═════ Provided data
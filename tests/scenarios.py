"""Small goal texts of our own shared by the run, process, Dask and robustness tests.

A silicon sphere array on glass at 700 nm, the near field in a plane 10 nm above the
sphere tops, and a two-variable box (radius, period); each test adds its objectives,
search settings and model.
"""

SPHERE_ON_GLASS = """\
design:
  lattice: {kind: square, period_nm: 420}
  particles:
    - {radius_nm: 75, material: Si}
  substrate: {material: SiO2}
  illumination: {wavelength_nm: 700}
  region: {kind: plane, height_nm: 10}
"""

DIPOLES = "  model: {lmax: 1}\n"

RADIUS_AND_PERIOD = """\
variables:
  particles[0].radius_nm: {min: 50, max: 110}
  lattice.period_nm: {min: 300, max: 520}
"""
══════════
Exercise description
Please report all lines in the entries where "model" appears.

Exercise answer
search settings and model.
DIPOLES = "  model: {lmax: 1}\n"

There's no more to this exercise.